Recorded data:

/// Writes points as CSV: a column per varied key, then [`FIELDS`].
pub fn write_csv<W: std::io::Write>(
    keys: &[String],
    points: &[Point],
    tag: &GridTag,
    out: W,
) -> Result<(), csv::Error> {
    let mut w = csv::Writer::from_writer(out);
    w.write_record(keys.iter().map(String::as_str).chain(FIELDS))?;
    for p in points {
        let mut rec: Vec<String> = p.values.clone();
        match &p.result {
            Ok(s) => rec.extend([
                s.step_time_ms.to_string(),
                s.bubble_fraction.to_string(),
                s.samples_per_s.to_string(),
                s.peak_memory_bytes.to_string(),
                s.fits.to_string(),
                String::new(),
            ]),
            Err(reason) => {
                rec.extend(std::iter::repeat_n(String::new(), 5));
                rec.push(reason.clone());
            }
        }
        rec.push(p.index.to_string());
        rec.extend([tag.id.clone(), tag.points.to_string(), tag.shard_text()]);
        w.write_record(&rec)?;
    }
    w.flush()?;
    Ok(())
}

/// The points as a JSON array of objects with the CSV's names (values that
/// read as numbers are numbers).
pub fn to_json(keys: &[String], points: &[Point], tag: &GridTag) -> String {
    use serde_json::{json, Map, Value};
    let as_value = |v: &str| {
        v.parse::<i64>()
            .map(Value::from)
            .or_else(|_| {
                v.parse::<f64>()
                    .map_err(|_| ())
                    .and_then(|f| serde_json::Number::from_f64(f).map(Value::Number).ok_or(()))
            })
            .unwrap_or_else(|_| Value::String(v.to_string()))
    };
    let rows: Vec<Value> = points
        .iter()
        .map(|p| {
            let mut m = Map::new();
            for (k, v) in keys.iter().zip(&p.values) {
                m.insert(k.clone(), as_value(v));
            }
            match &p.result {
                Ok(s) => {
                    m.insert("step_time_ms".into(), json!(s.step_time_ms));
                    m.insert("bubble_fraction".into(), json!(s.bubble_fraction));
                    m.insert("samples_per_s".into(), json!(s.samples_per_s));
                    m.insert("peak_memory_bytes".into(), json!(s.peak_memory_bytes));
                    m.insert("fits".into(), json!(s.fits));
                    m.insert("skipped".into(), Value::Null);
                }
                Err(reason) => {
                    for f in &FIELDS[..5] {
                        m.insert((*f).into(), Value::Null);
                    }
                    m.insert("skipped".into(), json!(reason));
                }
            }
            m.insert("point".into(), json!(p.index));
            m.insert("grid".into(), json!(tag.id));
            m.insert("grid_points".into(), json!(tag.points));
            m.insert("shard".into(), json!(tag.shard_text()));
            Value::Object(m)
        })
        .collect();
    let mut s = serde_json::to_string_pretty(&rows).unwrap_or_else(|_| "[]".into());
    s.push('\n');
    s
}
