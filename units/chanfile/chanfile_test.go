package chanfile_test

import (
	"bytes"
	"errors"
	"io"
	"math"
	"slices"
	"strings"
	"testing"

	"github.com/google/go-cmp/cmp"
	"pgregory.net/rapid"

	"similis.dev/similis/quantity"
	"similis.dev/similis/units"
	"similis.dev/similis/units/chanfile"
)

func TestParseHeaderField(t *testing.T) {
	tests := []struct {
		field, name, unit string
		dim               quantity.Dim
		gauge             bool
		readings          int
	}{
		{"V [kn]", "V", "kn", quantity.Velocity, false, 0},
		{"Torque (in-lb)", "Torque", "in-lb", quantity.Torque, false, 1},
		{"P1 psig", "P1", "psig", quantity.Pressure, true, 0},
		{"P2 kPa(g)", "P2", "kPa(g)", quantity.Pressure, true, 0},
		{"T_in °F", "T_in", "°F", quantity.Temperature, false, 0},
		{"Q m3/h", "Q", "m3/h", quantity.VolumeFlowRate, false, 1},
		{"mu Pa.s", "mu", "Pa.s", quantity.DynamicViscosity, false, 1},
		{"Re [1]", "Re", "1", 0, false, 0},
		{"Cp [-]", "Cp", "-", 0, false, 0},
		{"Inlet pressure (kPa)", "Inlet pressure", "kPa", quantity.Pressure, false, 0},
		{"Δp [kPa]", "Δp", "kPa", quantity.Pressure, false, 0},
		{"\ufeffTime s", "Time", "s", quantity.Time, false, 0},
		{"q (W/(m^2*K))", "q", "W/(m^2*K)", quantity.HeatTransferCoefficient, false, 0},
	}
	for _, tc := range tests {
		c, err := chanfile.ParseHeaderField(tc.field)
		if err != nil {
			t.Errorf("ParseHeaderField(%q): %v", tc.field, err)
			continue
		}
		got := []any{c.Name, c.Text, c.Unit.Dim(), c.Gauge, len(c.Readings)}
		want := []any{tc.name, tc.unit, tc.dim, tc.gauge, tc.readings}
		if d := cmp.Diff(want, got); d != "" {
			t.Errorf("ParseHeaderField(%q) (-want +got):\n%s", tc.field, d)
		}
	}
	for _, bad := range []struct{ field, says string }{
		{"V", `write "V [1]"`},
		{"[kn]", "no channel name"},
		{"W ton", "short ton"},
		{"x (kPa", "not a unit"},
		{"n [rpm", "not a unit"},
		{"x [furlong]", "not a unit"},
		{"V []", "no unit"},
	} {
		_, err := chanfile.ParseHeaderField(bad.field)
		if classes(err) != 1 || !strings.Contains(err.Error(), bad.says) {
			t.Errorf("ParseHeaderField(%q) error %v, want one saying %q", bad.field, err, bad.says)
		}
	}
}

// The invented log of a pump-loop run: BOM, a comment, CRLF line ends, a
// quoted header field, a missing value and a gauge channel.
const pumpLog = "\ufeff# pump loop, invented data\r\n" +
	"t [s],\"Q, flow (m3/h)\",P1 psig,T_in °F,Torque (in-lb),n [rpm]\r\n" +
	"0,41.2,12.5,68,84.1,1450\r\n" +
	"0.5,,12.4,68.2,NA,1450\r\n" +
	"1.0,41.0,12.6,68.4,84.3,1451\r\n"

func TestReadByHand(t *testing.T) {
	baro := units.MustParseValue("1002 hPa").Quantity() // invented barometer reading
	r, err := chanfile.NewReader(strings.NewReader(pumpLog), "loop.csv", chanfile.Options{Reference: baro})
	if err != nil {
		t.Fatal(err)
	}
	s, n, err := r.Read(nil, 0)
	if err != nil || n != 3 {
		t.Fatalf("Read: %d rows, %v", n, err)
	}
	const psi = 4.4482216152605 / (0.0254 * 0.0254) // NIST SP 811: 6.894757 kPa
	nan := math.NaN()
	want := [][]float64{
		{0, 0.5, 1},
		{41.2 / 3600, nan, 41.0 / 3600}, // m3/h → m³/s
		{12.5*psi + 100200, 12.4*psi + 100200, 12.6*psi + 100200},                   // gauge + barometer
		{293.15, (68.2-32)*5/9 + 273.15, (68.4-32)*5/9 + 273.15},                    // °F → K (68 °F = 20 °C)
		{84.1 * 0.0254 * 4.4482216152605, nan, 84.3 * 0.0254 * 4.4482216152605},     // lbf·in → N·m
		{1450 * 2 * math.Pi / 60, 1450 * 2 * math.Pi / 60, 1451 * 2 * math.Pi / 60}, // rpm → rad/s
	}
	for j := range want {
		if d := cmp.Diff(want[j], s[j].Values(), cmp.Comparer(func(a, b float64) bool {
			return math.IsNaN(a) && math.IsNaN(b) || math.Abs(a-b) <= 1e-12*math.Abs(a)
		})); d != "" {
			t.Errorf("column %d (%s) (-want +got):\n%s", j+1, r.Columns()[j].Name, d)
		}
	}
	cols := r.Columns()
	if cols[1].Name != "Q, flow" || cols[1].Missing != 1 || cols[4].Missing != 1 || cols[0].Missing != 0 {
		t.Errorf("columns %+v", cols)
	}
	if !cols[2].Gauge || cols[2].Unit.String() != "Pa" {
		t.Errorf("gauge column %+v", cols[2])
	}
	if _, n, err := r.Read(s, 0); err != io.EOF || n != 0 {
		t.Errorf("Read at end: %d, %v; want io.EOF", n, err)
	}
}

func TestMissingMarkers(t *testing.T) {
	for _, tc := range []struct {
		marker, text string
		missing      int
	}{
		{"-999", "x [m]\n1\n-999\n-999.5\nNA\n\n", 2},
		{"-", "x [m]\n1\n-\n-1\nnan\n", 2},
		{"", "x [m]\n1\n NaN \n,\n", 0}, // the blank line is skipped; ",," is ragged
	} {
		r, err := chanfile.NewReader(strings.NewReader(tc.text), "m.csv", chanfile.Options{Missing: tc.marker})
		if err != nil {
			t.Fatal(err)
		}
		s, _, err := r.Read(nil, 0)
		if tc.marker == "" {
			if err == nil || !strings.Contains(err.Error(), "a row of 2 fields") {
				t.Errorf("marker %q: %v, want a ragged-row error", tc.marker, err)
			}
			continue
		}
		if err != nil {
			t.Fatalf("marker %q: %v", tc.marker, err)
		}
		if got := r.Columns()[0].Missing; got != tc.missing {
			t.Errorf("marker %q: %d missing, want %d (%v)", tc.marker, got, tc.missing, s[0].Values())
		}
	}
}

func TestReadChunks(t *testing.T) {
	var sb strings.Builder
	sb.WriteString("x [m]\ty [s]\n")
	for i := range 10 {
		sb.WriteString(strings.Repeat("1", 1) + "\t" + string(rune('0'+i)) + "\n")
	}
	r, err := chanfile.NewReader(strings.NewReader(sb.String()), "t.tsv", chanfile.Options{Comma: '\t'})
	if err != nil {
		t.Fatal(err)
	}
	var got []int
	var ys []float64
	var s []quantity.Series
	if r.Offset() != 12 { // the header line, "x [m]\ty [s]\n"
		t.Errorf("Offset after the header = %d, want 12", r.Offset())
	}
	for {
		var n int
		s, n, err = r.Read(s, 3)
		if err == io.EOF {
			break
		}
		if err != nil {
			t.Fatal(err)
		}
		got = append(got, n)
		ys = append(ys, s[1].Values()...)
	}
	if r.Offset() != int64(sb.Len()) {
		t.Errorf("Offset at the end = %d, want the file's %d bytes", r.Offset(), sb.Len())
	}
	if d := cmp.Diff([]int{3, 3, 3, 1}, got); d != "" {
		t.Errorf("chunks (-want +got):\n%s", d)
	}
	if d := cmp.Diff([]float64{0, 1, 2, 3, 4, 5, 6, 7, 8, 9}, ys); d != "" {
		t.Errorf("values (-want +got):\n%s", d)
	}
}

■ **ABOUT THIS TASK**
Would you print exactly the lines from the first line of the entries above through the line that has "let mut w = csv::Writer::from_writer(out);", both included, and stop there?

■ **EXERCISE SOLUTION**
/// Writes points as CSV: a column per varied key, then [`FIELDS`].
pub fn write_csv<W: std::io::Write>(
    keys: &[String],
    points: &[Point],
    tag: &GridTag,
    out: W,
) -> Result<(), csv::Error> {
    let mut w = csv::Writer::from_writer(out);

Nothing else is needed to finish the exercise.